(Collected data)

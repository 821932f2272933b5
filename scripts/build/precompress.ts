/**
 * Writes a brotli (.br, quality 11) and a gzip (.gz, level 9) copy beside every compressible file of the
 * browser build, so the server sends static files compressed once at build time, smaller than the fast
 * on-the-fly compression can (express-static-gzip picks the copy the browser accepts).
 * Usage: node --import tsx scripts/build/precompress.ts [folder]   (default dist/baleproof/browser)
 */
import { readdir, readFile, stat, writeFile } from 'node:fs/promises';
import { extname, join } from 'node:path';
import { promisify } from 'node:util';
import { brotliCompress, constants, gzip } from 'node:zlib';

const COMPRESSIBLE = new Set(['.js', '.mjs', '.css', '.html', '.svg', '.json', '.txt', '.webmanifest', '.ico']);
const SMALLEST = 1024;
const brotli = promisify(brotliCompress);
const gz = promisify(gzip);

async function* files(folder: string): AsyncGenerator<string> {
  for (const entry of await readdir(folder, { withFileTypes: true })) {
    const path = join(folder, entry.name);
    if (entry.isDirectory()) yield* files(path);
    else if (COMPRESSIBLE.has(extname(entry.name))) yield path;
  }
}

async function precompress(folder: string): Promise<void> {
  let count = 0;
  let before = 0;
  let after = 0;
  for await (const path of files(folder)) {
    if ((await stat(path)).size < SMALLEST) continue;
    const body = await readFile(path);
    const [br, gzipped] = await Promise.all([
      brotli(body, { params: { [constants.BROTLI_PARAM_QUALITY]: constants.BROTLI_MAX_QUALITY, [constants.BROTLI_PARAM_SIZE_HINT]: body.length } }),
      gz(body, { level: constants.Z_BEST_COMPRESSION }),
    ]);
    await Promise.all([writeFile(`${path}.br`, br), writeFile(`${path}.gz`, gzipped)]);
    count++;
    before += body.length;
    after += br.length;
  }
  console.log(`precompressed ${count} files: ${(before / 1024).toFixed(0)} kB → ${(after / 1024).toFixed(0)} kB as brotli`);
}

precompress(process.argv[2] ?? 'dist/baleproof/browser').catch((error: unknown) => {
  console.error(error);
  process.exit(1);
});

PROBLEM STATEMENT
If a line of the records above holds the word "process", show it.

RESPONSE BELOW
precompress(process.argv[2] ?? 'dist/baleproof/browser').catch((error: unknown) => {
  process.exit(1);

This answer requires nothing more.